Feb 7, 2010, 10:33 AM

Post #5 of 18 (1866 views)
Permalink
Re: Having a default constructor in Analyzers [In reply to]

I propose we remove LUCENE_CURRENT completely, as soon as TEST_VERSION is
done.

On Sun, Feb 7, 2010 at 12:53 PM, Uwe Schindler <uwe [at] thetaphi> wrote:

> Hi Sanne,
>
> Exactly that usage we want to prevent. Using Version.LUCENE_CURRENT is the
> badest thing you can do if you want to later update your Lucene version and
> do not want to reindex all your indexes (see javadocs).
>
> It is easy to modify your application to create analyzers even from config
> files using the reflection way.
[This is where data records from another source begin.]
// Publishing a report folder without ever destroying what plumbline does not own.
//
//   guardOutput   the output folder may be replaced only if it is absent, empty, or a report we
//                 wrote: its marker file lists every file plumbline put there, and the folder holds
//                 nothing else (a gh-pages checkout's .git, a CNAME added by hand: refused, not
//                 deleted). Never the handbook, a folder holding it, its inputs, or a link.
//   lock          one build per output folder at a time: `.<name>-lock` beside it names its holder
//                 (pid, host, start, command) and is touched while the build runs; a holder that
//                 died on this host, or whose lock has not been touched for LOCK_STALE_MS on any
//                 host, is taken over; a live one is waited for.
//   recover       leftovers of a build that was killed (`.<name>-building-*`, `.<name>-previous-*`,
//                 each marked) are put back or removed, so the published folder is whole again.
//   swap          render into `.<name>-building-<token>`, mark it complete (with its file list),
//                 check the output once more, then two renames. Between them (microseconds) the
//                 folder is absent; a kill there is repaired by `recover` on the next run, which puts
//                 the complete new build in place. What was moved aside is deleted only if it is
//                 still ours; if anything else appeared there meanwhile, it is put back.
import { closeSync, existsSync, linkSync, lstatSync, mkdirSync, openSync, readdirSync, readFileSync, readlinkSync, realpathSync, renameSync, rmSync, rmdirSync, statSync, utimesSync, writeFileSync, writeSync } from 'node:fs';
import { hostname } from 'node:os';
import { basename, dirname, join, resolve } from 'node:path';
import { randomBytes } from 'node:crypto';
import { Refusal } from '../diagnostics/refusal.ts';
import { isInside } from '../model/folder-source.ts';
import { HANDBOOK_INPUTS, escapeName } from '../model/source.ts';

export { Refusal };

/** The file that marks a folder as a report plumbline wrote, and lists what it wrote there. */
export const MARKER = '.plumbline-report';
const FORMAT = 1;

interface MarkerData {
  generator: 'plumbline';
  format: number;
  state?: 'building';
  /** The build writing the folder, while it is being written. */
  build?: string;
  /** Every file of the report, relative, '/'-separated, sorted (the marker itself excluded). */
  files?: string[];
}

type Marked = { state: 'complete'; files: Set<string> } | { state: 'building'; build?: string } | { state: 'none' };

function readMarker(dir: string): Marked {
  const p = join(dir, MARKER);
  try {
    if (!lstatSync(p).isFile()) return { state: 'none' };
    const m = JSON.parse(readFileSync(p, 'utf8')) as MarkerData;
    if (m.generator !== 'plumbline' || m.format !== FORMAT) return { state: 'none' };
    if (m.state === 'building') return { state: 'building', ...(m.build ? { build: m.build } : {}) };
    return Array.isArray(m.files) ? { state: 'complete', files: new Set(m.files) } : { state: 'none' };
  } catch {
    return { state: 'none' };
  }
}

/** Every entry under `dir`, relative and '/'-separated: files, and folders that hold no file. */
function entriesOf(dir: string): string[] {
  const out: string[] = [];
  const walk = (d: string, rel: string) => {
    const raw = readdirSync(d, { encoding: 'buffer' });
    if (raw.length === 0 && rel) out.push(`${rel}/`);
    for (const bytes of raw) {
      const { text: name, valid } = escapeName(bytes);
      // A name that is not UTF-8 was never written by plumbline: listed (escaped), never opened.
      if (!valid) {
        out.push(rel ? `${rel}/${name}` : name);
        continue;
      }
      const p = join(d, name);
      const r = rel ? `${rel}/${name}` : name;
      const st = lstatSync(p);
      if (st.isDirectory()) walk(p, r);
      else out.push(r);
    }
  };
  walk(dir, '');
  return out.filter((e) => e !== MARKER).sort();
}

/** What a folder holds beyond the report its marker lists (nothing, for a folder that is ours). */
function foreignEntries(dir: string, m: Extract<Marked, { state: 'complete' }>): string[] {
  return entriesOf(dir).filter((e) => !m.files.has(e));
}

/** A folder plumbline may replace or delete: empty, or a complete report holding only its listed files. */
function holdsOnlyOurs(dir: string, m: Marked = readMarker(dir)): boolean {
  return m.state === 'complete' ? foreignEntries(dir, m).length === 0 : readdirSync(dir).length === 0;
}

// The names this module gives beside an output folder `<base>`: its lock and its builds' folders.
const lockName = (base: string) => `.${base}-lock`;
const buildName = (base: string, kind: 'building' | 'previous', token: string) => `.${base}-${kind}-${token}`;
const SIBLING = /^\.(.+)-(?:(building|previous)-[0-9a-f]+-[0-9a-f]+|lock)$/;

/** What a name beside an output folder is, if it is one this module gives: whose, and which. */
function siblingName(name: string): { base: string; kind: 'building' | 'previous' | 'lock' } | null {
  const m = SIBLING.exec(name);
  return m ? { base: m[1]!, kind: (m[2] as 'building' | 'previous' | undefined) ?? 'lock' } : null;
}

/** Real path of a path that may not exist yet: the nearest existing ancestor, resolved, plus the rest. */
export function realish(p: string): string {
  const rest: string[] = [];
  let cur = resolve(p);
  for (;;) {
    try {
      return join(realpathSync.native(cur), ...rest.reverse());
    } catch {
      const parent = dirname(cur);
      if (parent === cur) return resolve(p);
      rest.push(basename(cur));
      cur = parent;
    }
  }
}

/**
 * May `out` be replaced by a report of the handbook at `root`? Throws a Refusal naming the reason.
 * Called before anything is written, again after waiting for the lock, and again before the swap.
 */
export function guardOutput(out: string, root: string): void {
  const absOut = resolve(out);
  const realOut = realish(absOut);
  const realRoot = realish(root);
  if (realOut === realRoot) throw new Refusal('output-is-handbook', { path: absOut });
  if (isInside(realOut, realRoot)) throw new Refusal('output-holds-handbook', { path: absOut, root });
  for (const input of [...HANDBOOK_INPUTS, '.git']) {
    // Through its real path too: `structures` may be a link to a folder elsewhere in the handbook.
    const at = join(realRoot, input);
    if (isInside(at, realOut) || isInside(realish(at), realOut)) throw new Refusal('output-inside-inputs', { path: absOut, input });
  }
  // A name of the kind this module gives a sibling's leftovers or lock would be removed as one.
  if (siblingName(basename(absOut))) throw new Refusal('output-name-reserved', { path: absOut });
  // Every existing ancestor must be a folder (`--out notes.txt/site` cannot be made).
  for (let up = dirname(absOut); ; up = dirname(up)) {
    try {
      if (!statSync(up).isDirectory()) throw new Refusal('output-is-file', { path: up });
      break;
    } catch (err) {
      if (err instanceof Refusal) throw err;
      if ((err as NodeJS.ErrnoException).code === 'ENOTDIR') throw new Refusal('output-is-file', { path: up });
      if (dirname(up) === up) break;
    }
  }
  let st;
  try {
    st = lstatSync(absOut);
  } catch {
    return; // absent: it will be created
  }
  if (st.isSymbolicLink()) throw new Refusal('output-is-link', { path: absOut });
  if (!st.isDirectory()) throw new Refusal('output-is-file', { path: absOut });
  // A mount point (a container volume) cannot be renamed away: say so before rendering.
  if (st.dev !== statSync(dirname(absOut)).dev) throw new Refusal('output-is-mount', { path: absOut, errno: 'a mount point' });
  const m = readMarker(absOut);
  if (m.state === 'complete') {
    const foreign = foreignEntries(absOut, m);
    if (foreign.length) throw new Refusal('output-has-foreign-files', { path: absOut, files: foreign.slice(0, 5), fileCount: foreign.length });
    return;
  }
  if (readdirSync(absOut).length === 0) return;
  throw new Refusal('output-not-ours', { path: absOut });
}

// ── the lock ──────────────────────────────────────────────────────────────────────────────────

export interface Holder {
  pid: number;
  host: string;
  started: string;
  command: string;
  token: string;
  /** The holder process's start, as the system counts it (Linux: clock ticks since boot), and the
   * boot it belongs to: a live process that merely reuses a dead holder's pid has another. */
  processStart?: string;
  boot?: string;
  /** The holder's pid namespace: a pid means something only inside its own (containers). */
  pidNamespace?: string;
}

function pidNamespace(): string | undefined {
  try {
    return readlinkSync('/proc/self/ns/pid');
  } catch {
    return undefined;
  }
}

/** Start of a process and the current boot, where the system tells them (Linux's /proc). */
function processStartOf(pid: number): string | undefined {
  try {
    const stat = readFileSync(`/proc/${pid}/stat`, 'utf8');
    return stat.slice(stat.lastIndexOf(')') + 2).split(' ')[19];
  } catch {
    return undefined;
  }
}

function bootId(): string | undefined {
  try {
    return readFileSync('/proc/sys/kernel/random/boot_id', 'utf8').trim();
  } catch {
    return undefined;
  }
}

/** A lock not touched for this long is stale on any host (the holder touches it every few seconds). */
export const LOCK_STALE_MS = 10 * 60_000;
const HEARTBEAT_MS = 5_000;
/** Locks this process holds (several builds of one process, such as serve's, may wait on each other). */
const heldHere = new Set<string>();

function alive(pid: number): boolean {
  try {
    process.kill(pid, 0);
    return true;
  } catch (err) {
    return (err as NodeJS.ErrnoException).code === 'EPERM';
  }
}

function readHolder(path: string): Holder | null {
  try {
    const h = JSON.parse(readFileSync(path, 'utf8')) as Holder;
    return typeof h.pid === 'number' && typeof h.host === 'string' && typeof h.token === 'string' ? h : null;
  } catch {
    return null;
  }
}

export function describeHolder(h: Holder): string {
  return `pid ${h.pid} on ${h.host}, started ${h.started} (${h.command})`;
}

/** Is the lock's holder gone? Only then may the lock be taken over. */
function isStale(path: string, h: Holder, me: Holder): boolean {
  let age = 0;
  try {
    age = Date.now() - statSync(path).mtimeMs;
  } catch {
    return false; // gone already: the next attempt creates it
  }
  if (age > LOCK_STALE_MS) return true; // not touched for ten minutes: no build is running it
  if (h.host !== me.host) return false; // another machine's build, touched recently
  if (h.boot && me.boot && h.boot !== me.boot) return true; // written before the machine restarted
  // A holder in another pid namespace (another container on this host) cannot be judged by its
  // pid, which names some other process here: only the heartbeat above says it is gone.
  if (h.pidNamespace !== me.pidNamespace) return false;
  // Our own pid but not a lock this process holds: left by an earlier life of this pid (a restarted
  // container runs every build as pid 1).
  if (h.pid === process.pid) return !heldHere.has(h.token);
  if (!alive(h.pid)) return true;
  // Alive, but another process than the one that wrote the lock (its pid was reused).
  const start = processStartOf(h.pid);
  return h.processStart !== undefined && start !== undefined && start !== h.processStart;
}
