describe('finite-element body: loads, moments, stresses and the mesh', () => {
  const tip = (model: { z: number[] }) => 2 * (model.z.length - 1);

  it('turns a moment at the free top into rotation M·L/EI and deflection M·L²/(2EI) (Roark Table 8.1, case 3a)', () => {
    const { model, solver } = feBody([], 'pinned');
    const f = new Float64Array(2 * model.z.length);
    f[tip(model) + 1] = 1;
    const u = solver.solve(f);
    expectRel(u[tip(model) + 1], 1, 9);
    expectRel(u[tip(model)], 1 / 2, 9);
  });

  it('carries a load growing linearly to the free top: tip deflection 11wL⁴/(120EI), root moment wL²/3 (Roark Table 8.1, case 2a; from memory, checked by superposition with the uniform 1/8)', () => {
    // Load w·z/L, zero at the clamped base. Its complement (zero at the top) gives wL⁴/(30EI) and
    // wL²/6: the two add to the uniform case, 15/120 and 1/2.
    const { model, solver } = feBody([], 'pinned');
    const load = (z: number) => z;
    const u = solver.solve(uniformLoad(model, load));
    // The load is taken at each element's mid-height: second order, about 1e-4 on 96 elements.
    expectRel(u[tip(model)], 11 / 120, 3);
    // The unit section has c/I = 1: the peak stress is the root moment.
    expectRel(peakStress(model, u, load), 1 / 3, 3);
    const down = (z: number) => 1 - z;
    const v = solver.solve(uniformLoad(model, down));
    expectRel(v[tip(model)], 1 / 30, 3);
    expectRel(peakStress(model, v, down), 1 / 6, 3);
  });

  it.each([
    ['a cantilever: wL²/2 at the root (Roark Table 8.1, case 2a)', [] as number[], 'pinned' as const, 1 / 2],
    ['a propped span: wL²/8 at the clamped end (case 2c)', [1], 'pinned' as const, 1 / 8],
    ['a span clamped at both ends: wL²/12 at the ends (case 2d)', [1], 'clamped' as const, 1 / 12],
  ])('gives the largest moment under a uniform load of %s', (_name, supports, hold, moment) => {
    const { model, solver } = feBody(supports, hold);
    const u = solver.solve(uniformLoad(model, () => 1));
    // Element end moments from K_e·u_e − f_e are exact at the nodes for a uniform load (to round-off
    // of the 96-element solve, a few parts in 10⁹).
    expectRel(peakStress(model, u, () => 1), moment, 7);
  });

  it('takes the load of each element at its mid-height: a load over the lower half of a cantilever (Roark Table 8.1, case 2a with the load ending at a)', () => {
    // Load w = 1 on 0 ≤ z < a = L/2 (a node): the root moment is w·a²/2 = 0.125; the tip deflects
    // w·a⁴/8 + (L − a)·w·a³/6 = w·a³(4L − a)/24 = 0.018229 (superposing the loaded part's end
    // deflection and rotation). Piecewise uniform per element, so the nodal values are exact.
    const { model, solver } = feBody([], 'pinned');
    const half = (z: number) => (z < 0.5 ? 1 : 0);
    const u = solver.solve(uniformLoad(model, half));
    expectRel(u[tip(model)], (0.125 * 3.5) / 24, 7);
    expectRel(peakStress(model, u, half), 0.125, 7);
  });

  it('finds the peak moment at an element’s upper end: a span clamped at both ends, loaded over its top quarter', () => {
    // Fixed-end moments of a point force P at x on a clamped span: P·x(L − x)²/L² at the base and
    // P·x²(L − x)/L² at the top (any structural analysis text); integrated over 0.75 ≤ x ≤ 1 (w = 1,
    // L = 1): 0.0042318 at the base, 1/12 − (0.75³/3 − 0.75⁴/4) = 0.0218099 at the top (the peak).
    const { model, solver } = feBody([1], 'clamped');
    const top = (z: number) => (z > 0.75 ? 1 : 0);
    const u = solver.solve(uniformLoad(model, top));
    expectRel(peakStress(model, u, top), 1 / 12 - (0.75 ** 3 / 3 - 0.75 ** 4 / 4), 7);
  });

  it.each([
    // σ = M·c/I with c the outer fibre (half the width) — any strength-of-materials text; M = wL²/2.
    ['a line: σ = 6M/W² per unit length', sectionAt('line', 20 * nm), (M: number) => (6 * M) / (20 * nm) ** 2],
    ['a solid round body: σ = 32M/(πD³)', sectionAt('solid-round', 30 * nm), (M: number) => (32 * M) / (Math.PI * (30 * nm) ** 3)],
    [
      'a tube of 30 nm with a 5 nm wall: σ = 32M·D/(π(D⁴ − Dᵢ⁴))',
      sectionAt('hollow-round', 30 * nm, 5 * nm),
      (M: number) => (32 * M * 30 * nm) / (Math.PI * ((30 * nm) ** 4 - (20 * nm) ** 4)),
    ],
  ])('turns the root moment into the outer-fibre stress of %s', (_name, section, sigma) => {
    const L = 200 * nm;
    const E = 169e9;
    const w = 1e-3; // N/m (a round body) or Pa (a line, per unit length)
    const { model, solver } = feBody([], 'pinned', () => section, L, E);
    const u = solver.solve(uniformLoad(model, () => w));
    expectRel(peakStress(model, u, () => w), sigma((w * L * L) / 2), 7);
  });

  it('finds the largest deflection and where it is: at the top of a cantilever, 0.5785 L up a propped span (Roark Table 8.1, cases 2a, 2c)', () => {
    const free = feBody([], 'pinned');
    const a = maxDeflection(free.model, free.solver.solve(uniformLoad(free.model, () => 1)));
    expectRel(a.value, 1 / 8, 9);
    expectRel(a.z, 1, 12);
    const propped = feBody([1], 'pinned');
    const b = maxDeflection(propped.model, propped.solver.solve(uniformLoad(propped.model, () => 1)));
    expectRel(b.value, ROARK.uniform['clamped-pinned'], 5);
    // Sampled at eight points per element of 1/96: within 1/768 of (15 − √33)/16.
    expect(Math.abs(b.z - (15 - Math.sqrt(33)) / 16)).toBeLessThan(1 / 768);
  });

  it('meshes at least the asked-for elements, one E·I and c/I per element', () => {
    const { model } = feBody([], 'pinned');
    expect(model.z.length).toBe(97);
    expect(model.z[0]).toBe(0);
    expect(model.z[96]).toBe(1);
    expect(model.ei.length).toBe(96);
    expect(model.stressPerMoment.length).toBe(96);
  });

  it('puts a node at a support between grid points, and merges one within a millionth of the height of a grid point', () => {
    const between = feBody([0.123], 'pinned').model;
    expect(between.z.length).toBe(98);
    const [base, support] = [...between.held.keys()];
    expect([base, between.z[support!]]).toEqual([0, 0.123]);
    const near = feBody([0.5 + 1e-9], 'pinned').model;
    expect(near.z.length).toBe(97);
    expect([...near.held.keys()]).toEqual([0, 48]);
  });

  it('ignores supports outside the body (at or below its base, above its top): the base stays clamped', () => {
    const { model, solver } = feBody([0, -0.2, 1.5], 'pinned');
    expect([...model.held.entries()]).toEqual([[0, 'clamped']]);
    expectRel(solver.solve(uniformLoad(model, () => 1))[tip(model)], 1 / 8, 9);
  });

  it('refuses a body without stiffness (E·I = 0): its stiffness matrix is singular', () => {
    const model = meshBeam({ height: 1, supports: [], hold: 'pinned', modulus: 0, section: unitSection });
    expect(() => factorBeam(model)).toThrow(/not positive definite/);
  });
});
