/** One plain sentence (or two) with the value, the limit and the margin (§3.27.11: the first sentence stands alone). */
function resultMessage(v: Verdict): string {
  if (v.status === 'incomplete') {
    const what = v.missing && v.missing.length ? `it needs ${v.missing.join(', ')}` : (v.reason ?? 'it has no value');
    return `${v.structure} cannot be checked against ${v.rule}: ${what}.`;
  }
  const verb = v.status === 'waived' && v.waiver ? `fails ${v.rule} under waiver ${v.waiver.id}` : `fails ${v.rule}`;
  const sentence =
    v.mode?.kind === 'yield'
      ? `${v.structure} ${verb}: with ${quantityWords(v)} required ${verdictLimitsPhrase(v)}, the ${yieldPhrases(v.mode).found} (${valueClause(v)}).`
      : `${v.structure} ${verb}: ${quantityWords(v)} is ${valueClause(v)}, against ${v.sides ? 'the limits' : 'a limit of'} ${verdictLimitsPhrase(v)} (margin ${formatMargin(v.margin)}).`;
  return v.status === 'fail' && v.waiver?.lapsed ? sentence + lapsedClause(v.waiver) : sentence;
}

function verdictProperties(v: Verdict): PropertyBag {
  return {
    status: v.status,
    structure: v.structure,
    severity: v.severity,
    quantity: v.quantity,
    unit: v.unit,
    comparison: v.comparison,
    limit: v.limit,
    value: v.value,
    ...(v.unbounded !== undefined ? { unbounded: v.unbounded } : {}),
    margin: v.margin,
    evaluateAt: v.evaluateAt,
    ...(v.nominal !== undefined ? { nominal: v.nominal } : {}),
    ...(v.mode && v.mode.kind !== 'nominal' ? { mode: JSON.parse(JSON.stringify(v.mode)) as PropertyBag } : {}),
    ...(v.missing && v.missing.length ? { missing: [...v.missing] } : {}),
    ...(v.reason !== undefined ? { reason: v.reason } : {}),
  };
}

function waiverProperties(w: WaiverRef): PropertyBag {
  return { waiver: w.id, owner: w.owner, approvedBy: w.approvedBy, expires: w.expires, file: w.file, line: w.line };
}

interface Context {
  uriBase: string;
  siteUrl: string | undefined;
  ruleIndex: Map<string, number>;
  rules: Map<string, Rule>;
  structures: Map<string, Structure>;
}

/** The parts every result has, in the order they are written: identity first, then places. */
function identity(v: Verdict, ctx: Context): Pick<SarifResult, 'ruleId' | 'ruleIndex'> {
  const index = ctx.ruleIndex.get(v.rule);
  return { ruleId: v.rule, ...(index !== undefined ? { ruleIndex: index } : {}) };
}

function places(v: Verdict, ctx: Context, pos: SourcePos | undefined): Pick<SarifResult, 'locations' | 'relatedLocations' | 'partialFingerprints'> {
  const rule = ctx.rules.get(v.rule);
  return {
    locations: pos ? [locationAt(ctx.uriBase, pos)] : [],
    // §3.27.12: one location unless every one must change; the rule's own place is related (§3.27.22).
    ...(rule ? { relatedLocations: [locationAt(ctx.uriBase, rule.pos, { id: 1, message: `rule ${rule.id}` })] } : {}),
    partialFingerprints: { [FINGERPRINT_KEY]: verdictKey(v) },
  };
}

function resultOf(v: Verdict, ctx: Context, baselineState: BaselineState | undefined): SarifResult {
  // §3.27.9 and §3.27.10: a failure (waived or not) is kind "fail" with the rule's level; an
  // incomplete verdict is kind "open" (the tool could not decide), and a kind other than "fail"
  // carries level "none".
  const open = v.status === 'incomplete';
  const waived = v.status === 'waived' && v.waiver !== undefined;
  const lapsed = v.status === 'fail' && v.waiver?.lapsed !== undefined ? v.waiver : undefined;
  return {
    ...identity(v, ctx),
    kind: open ? 'open' : 'fail',
    level: open ? 'none' : levelOf(v.severity),
    message: { text: resultMessage(v) },
    ...places(v, ctx, decidingPosition(v, ctx.structures.get(v.structure))),
    // §3.27.23 and §3.35: a waiver is an approved suppression kept outside the structure's file.
    ...(waived
      ? {
          suppressions: [
            {
              kind: 'external',
              status: 'accepted',
              justification: v.waiver!.reason,
              location: locationAt(ctx.uriBase, v.waiver!, { message: `waiver ${v.waiver!.id}` }),
              properties: waiverProperties(v.waiver!),
            },
          ],
        }
      : {}),
    ...(baselineState !== undefined ? { baselineState } : {}),
    properties: {
      ...verdictProperties(v),
      ...(ctx.siteUrl !== undefined ? { verdictPage: pageUrl(ctx.siteUrl, urls.verdict(v.rule, v.structure)) } : {}),
      ...(lapsed ? { lapsedWaiver: { ...waiverProperties(lapsed), lapsed: lapsed.lapsed ?? '' } } : {}),
    },
  };
}

/**
 * A result the baseline had and the current run has not (§3.27.24 "absent"), built from the
 * baseline verdict. Its kind says what the pair is now — pass, not applicable, or gone from the
 * handbook (informational) — so it is never counted as a current problem, and level is "none".
 */
function absentResultOf(b: Verdict, now: Verdict | undefined, ctx: Context): SarifResult {
  const kind: SarifKind = now?.status === 'pass' ? 'pass' : now?.status === 'not-applicable' ? 'notApplicable' : 'informational';
  const nowWords = now ? (now.status === 'pass' ? 'passes now' : 'is not applicable now') : 'is no longer in the handbook';
  // The baseline's lines may have moved since: point at the structure as it is now, when it still exists.
  const pos = ctx.structures.get(b.structure)?.pos ?? decidingPosition(b, undefined);
  return {
    ...identity(b, ctx),
    kind,
    level: 'none',
    message: { text: `${b.structure} against ${b.rule} was ${b.status} in the baseline and ${nowWords}.` },
    ...places(b, ctx, pos),
    baselineState: 'absent',
    properties: {
      ...verdictProperties(b),
      status: now?.status ?? 'removed',
      baselineStatus: b.status,
      ...(ctx.siteUrl !== undefined && now ? { verdictPage: pageUrl(ctx.siteUrl, urls.verdict(b.rule, b.structure)) } : {}),
    },
  };
}

// ---------------------------------------------------------------------------------------------

export function toSarif(input: SarifInput): SarifLog {
  const { handbook: h, results, siteUrl, revision } = input;
  const rules = [...h.rules].sort((a, b) => byCodePoint(a.id, b.id));
  const ctx: Context = {
    uriBase: input.uriBase,
    siteUrl,
    ruleIndex: new Map(rules.map((r, i) => [r.id, i])),
    rules: new Map(rules.map((r) => [r.id, r])),
    structures: new Map(h.structures.map((s) => [s.id, s])),
  };

  const current = results.verdicts.filter(isReported);
  const comparison = input.baseline ? compareWithBaseline(results.verdicts, input.baseline) : undefined;
  const byKey = new Map(results.verdicts.map((v) => [verdictKey(v), v]));
  const entries: Array<{ v: Verdict; result: SarifResult }> = [
    ...current.map((v) => ({ v, result: resultOf(v, ctx, comparison?.states.get(verdictKey(v))) })),
    ...(comparison?.absent ?? []).map((b) => ({ v: b, result: absentResultOf(b, byKey.get(verdictKey(b)), ctx) })),
  ];
  entries.sort((a, b) => byRuleThenStructure(a.v, b.v));

  const run: SarifRun = {
    tool: {
      driver: {
        name: 'plumbline',
        version: input.toolVersion,
        ...(siteUrl !== undefined ? { informationUri: pageUrl(siteUrl, '/') } : {}),
        rules: rules.map((r) => describeRule(r, siteUrl)),
      },
    },
    ...(input.startTimeUtc !== undefined ? { invocations: [{ executionSuccessful: true, startTimeUtc: input.startTimeUtc }] } : {}),
    // §3.14.14: the repository root's absolute URI is not known where the log is written, so the
    // base id carries only a description; consumers map it to their checkout.
    originalUriBaseIds: { [REPO_ROOT]: { description: { text: 'The root of the repository that holds the handbook.' } } },
    ...(revision?.repositoryUri !== undefined
      ? { versionControlProvenance: [{ repositoryUri: revision.repositoryUri, revisionId: revision.commit, mappedTo: { uriBaseId: REPO_ROOT } }] }
      : {}),
    // Positions come from offsets into the decoded text (JavaScript strings), so columns count UTF-16 code units.
    columnKind: 'utf16CodeUnits',
    results: entries.map((e) => e.result),
    properties: {
      handbook: h.meta.title,
      ...(revision !== undefined ? { revision: revision.commit } : {}),
      counts: { ...results.counts },
      blockingFailures: results.blockingFailures,
    },
  };
  return { $schema: SARIF_SCHEMA_URI, version: '2.1.0', runs: [run] };
}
Just find a constructor taking Version and
> call newInstance() on it, not directly on the Class. It's just one line of
> code more.
>
> Uwe
>
> -----
> Uwe Schindler
> H.-H.-Meier-Allee 63, D-28213 Bremen
> http://www.thetaphi.de
> eMail: uwe [at] thetaphi
>
> > -----Original Message-----
> > From: Sanne Grinovero [mailto:sanne.grinovero [at] gmail]
> > Sent: Sunday, February 07, 2010 6:33 PM
> > To: java-dev [at] lucene
> > Subject: Having a default constructor in Analyzers
> >
> > Hello,
> > I've seen that some core Analyzers are now missing a default
> > constructor; this is preventing many applications to configure/load
> > Analyzers by reflection, which is a common use case to have Analyzers
> > chosen in configuration files.
> >
> > Would it be possible to add, for example, a constructor like
> >
> > public StandardAnalyzer() {
> > this(Version.LUCENE_CURRENT);
> > }
> >
> > ?
> >
> > Of course more advanced use cases would need to pass parameters but
> > please make the advanced usage optional; I have now seen more than a
> > single project break because of this (and revert to older Lucene).
> >
> > Regards,
> > Sanne
> >
> > ---------------------------------------------------------------------
> > To unsubscribe, e-mail: java-dev-unsubscribe [at] lucene
> > For additional commands, e-mail: java-dev-help [at] lucene
>
>
>
> ---------------------------------------------------------------------
> To unsubscribe, e-mail: java-dev-unsubscribe [at] lucene
> For additional commands, e-mail: java-dev-help [at] lucene
>
>


--
Robert Muir
rcmuir [at] gmail


sanne.grinovero at gmail

Feb 7, 2010, 11:17 AM

Post #6 of 18 (1860 views)
Permalink
Re: Having a default constructor in Analyzers [In reply to]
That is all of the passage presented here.